A statistical test is an application of mathematics that we used to analyze quantitative data. They can be described as a way to understand how the independent variable(s) of the study affect the outcome of the dependent variable. The kind of statistical test appropriate for a study depends on a number of factors including variables characteristics, study design, and data distribution. The independent variable is (are) the variable(s) being controlled in the study to determine its effects on the dependent variable(s). Not all studies have independent variable(s).

Study design

The number of conditions a study has corresponds to the number of levels the independent variable has, for example 1 condition = 1 level, 2 conditions = 2 levels, and so on. This is different from the number of independent variables a study has. If a study has multiple independent variables, each will have its own number of levels. Statistical tests can be categorized as to whether they can handle 1, 2, or 2+ levels.

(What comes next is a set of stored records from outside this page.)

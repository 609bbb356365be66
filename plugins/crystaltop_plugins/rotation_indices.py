"""Rotation invariants [Π_p^(n)] and their reduced sets χ^(n) of a two-dimensional spinless insulator.

W. A. Benalcazar, T. Li, T. L. Hughes, Phys. Rev. B 99, 245151 (2019) (PHYSICS.md §6, index sets from memory):
with Π_p^(n) = e^{2πi(p−1)/n} the eigenvalues of a rotation C_n, C_n^n = +1, at a momentum Π it fixes,

    [Π_p^(n)] = #Π_p^(n) − #Γ_p^(n)          (numbers of occupied states),

and with time reversal the independent ones are

    χ^(2) = ([X1], [Y1], [M1]),   χ^(4) = ([X1^(2)], [M1^(4)], [M2^(4)]),
    χ^(3) = ([K1^(3)], [K2^(3)]),  χ^(6) = ([M1^(2)], [K1^(3)]).

On a hexagonal lattice the three C2-fixed momenta are M, M′, M″ and χ^(2) lists them in that order.
Without time reversal the conjugate sectors are no longer tied (T maps Π_p to its conjugate at −Π, which is Π
itself at a TRIM, and K to K′), so the sets grow; the rule used here (derived, not from the paper) keeps the
sectors p = 1 … n−1 that time reversal would have identified:

    χ^(4) = ([X1^(2)], [M1^(4)], [M2^(4)], [M3^(4)]),  χ^(3) = ([K1], [K2], [K′1], [K′2]),
    χ^(6) = ([M1^(2)], [K1^(3)], [K2^(3)]),  χ^(2) unchanged

(Σ_p [Π_p] = 0 removes one sector everywhere; with C6 the rotation maps K to K′, so K′ adds nothing).

The formula needs C_n^n = +1. A spinless model can carry a projective representation with C_n^n = −1 (π flux per
plaquette, as the quadrupole model of Benalcazar, Bernevig, Hughes, Science 357, 61 (2017)); there the eigenvalues
are e^{iπ(2p−1)/n}, the index formula does not apply and its value is not given. Instead the entry says whether
the occupied eigenvalues at each momentum coincide with those at Γ (for the quadrupole model: they differ at Γ
and M in the quadrupole phase, and coincide for |γ/λ| > 1).
"""

from __future__ import annotations

import numpy as np

from crystaltop.errors import SymmetryBreakingError
from crystaltop.plugin import (Invariant, Outcome, Requirements, count_sectors, high_symmetry_momenta, hookimpl,
                               occupied_eigenvalues_at, planar_rotations, rotation_power, sector_counts, sector_names)

BLH = "Benalcazar, Li, Hughes, PRB 99, 245151 (2019)"


class RotationIndices(Invariant):
    name = "rotation_indices"
    title = "Rotation invariants [Π_p] and χ^(n)"
    requires = Requirements(dims={2}, any_elements={"C2", "C3", "C4", "C6"}, spinful=False)

    def compute(self, context):
        group, lattice, bands = context.group, context.lattice, context.bands
        momenta = high_symmetry_momenta(group, lattice)
        ops = {op.fold: op for op in planar_rotations(group, 2) if op.fold == 2 or op.angle > 0}
        brackets, powers, counts_at, raw = {}, {}, {}, {}
        for n, op in sorted(ops.items()):
            fixed = [m for m in momenta if op.label in m.rotations]
            lam = dict(zip([m.label for m in fixed], occupied_eigenvalues_at(bands, op, fixed)))
            power, counts = sector_counts(list(lam.values()), n)
            if counts is None:  # some momentum fails a check: one by one, for the error that names it
                power = {rotation_power(v, n, what=f"{op.label} at {label}") for label, v in lam.items()}
                if len(power) != 1:
                    raise SymmetryBreakingError(f"{op.label}^{n} is +1 at some momenta and −1 at others: its matrix "
                                                "is not a consistent representation")
                power = power.pop()
                counts = [count_sectors(v, n, power) for v in lam.values()]
            powers[n] = power
            counts_at[n] = dict(zip(lam, counts))
            raw[f"C{n}"] = {"rotation": op.label, "eigenvalues": list(sector_names(n, powers[n])),
                            "counts": {label: c.tolist() for label, c in counts_at[n].items()}, "power": powers[n]}
            if powers[n] == 1:
                gamma = counts_at[n]["Γ"]
                brackets[n] = {label: (c - gamma).tolist() for label, c in counts_at[n].items() if label != "Γ"}
                raw[f"C{n}"]["brackets"] = brackets[n]

        value, notes = {}, []
        time_reversal = context.time_reversal
        for n in sorted(ops):
            if powers[n] == -1:
                differ = {label: ("coincide" if np.array_equal(c, counts_at[n]["Γ"]) else "differ")
                          for label, c in counts_at[n].items() if label != "Γ"}
                value[f"C{n}"] = {
                    "refused": f"C{n}^{n} = −1 on this spinless model (π flux): outside the spinless index formula "
                               f"of {BLH}",
                    "compared with Γ": differ}
                notes.append(f"C{n}^{n} = −1: the index formula is not applied; the occupied C{n} eigenvalues at "
                             + ", ".join(f"{label} {d} with those at Γ" for label, d in differ.items()))
                continue
            value[f"C{n}"] = self._reduced_set(n, brackets, ops, momenta, time_reversal)
        details = {"rotations": raw, "time_reversal": time_reversal,
                   "sets": self._describe_sets(ops, momenta, time_reversal)}
        notes.append(f"[Π_p] = #Π_p − #Γ_p over the occupied states ({BLH}; index sets from memory, PHYSICS.md §6)")
        if not time_reversal:
            notes.append("without time reversal the reduced sets keep the sectors time reversal would tie "
                         "(rule derived here, not from the paper)")
        return Outcome(value=value, method=f"rotation eigenvalues on the occupied subspace ({BLH})",
                       mesh=", ".join(m.label for m in momenta if m.rotations), details=details, notes=tuple(notes))

    # ------------------------------------------------------------------ the reduced sets
    @staticmethod
    def _points(n, ops, momenta):
        """Non-Γ momenta fixed by the n-fold rotation, in label order."""
        op = ops.get(n)
        return [] if op is None else [m.label for m in momenta if op.label in m.rotations and m.label != "Γ"]

    def _labels(self, n, ops, momenta, time_reversal):
        """[(momentum, fold, sector p)] of the reduced set χ^(n)."""
        two, three, four = (self._points(f, ops, momenta) for f in (2, 3, 4))
        if n == 2:
            return [(m, 2, 1) for m in two]
        if n == 4:
            x = [m for m in two if m not in four][0]
            m = four[0]
            return [(x, 2, 1), (m, 4, 1), (m, 4, 2)] + ([] if time_reversal else [(m, 4, 3)])
        if n == 3:
            k, kp = three[0], three[1]
            return [(k, 3, 1), (k, 3, 2)] + ([] if time_reversal else [(kp, 3, 1), (kp, 3, 2)])
        m, k = two[0], three[0]
        return [(m, 2, 1), (k, 3, 1)] + ([] if time_reversal else [(k, 3, 2)])

    def _reduced_set(self, n, brackets, ops, momenta, time_reversal):
        return tuple(int(brackets[fold][label][p - 1]) for label, fold, p in self._labels(n, ops, momenta, time_reversal))

    def _describe_sets(self, ops, momenta, time_reversal):
        return {f"χ({n})": ", ".join(f"[{label}{p}^({fold})]" for label, fold, p in
                                      self._labels(n, ops, momenta, time_reversal)) for n in sorted(ops)}


@hookimpl
def crystaltop_invariants():
    return [RotationIndices()]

If you have 2 or more levels, then the type of grouping will need to be considered: are they between-subjects* or repeated-measures**. A between-subject design means that each participant undergoes one condition whereas a repeated-measures design has each participant undergo all conditions. A third type exists called matched groups, where different subjects undergo different conditions but are matched to each other in some important way, and may be treated as a repeated-measure design when selecting for a statistical test

*Independent design = between-subjects = between-groups; not to be confused with the variable. **Dependent design = repeated-measures = within-subjects = within-groups; also not to be confused with the variable.

Variables

The characteristics of your variables, both independent (predictor) and dependent (descriptor), will help you choose which statistical test to use. Specifically, the number of each, their type, and the level of measurement, will help you narrow your choices to select the appropriate test.

Number of Variables

The number of both independent and dependent variables will affect which test you select. Test selection will differ whether you have 1 or 2+ dependent variables and 0, 1, or 2+ independent variables.

Types of Data (Continuous and Categorical)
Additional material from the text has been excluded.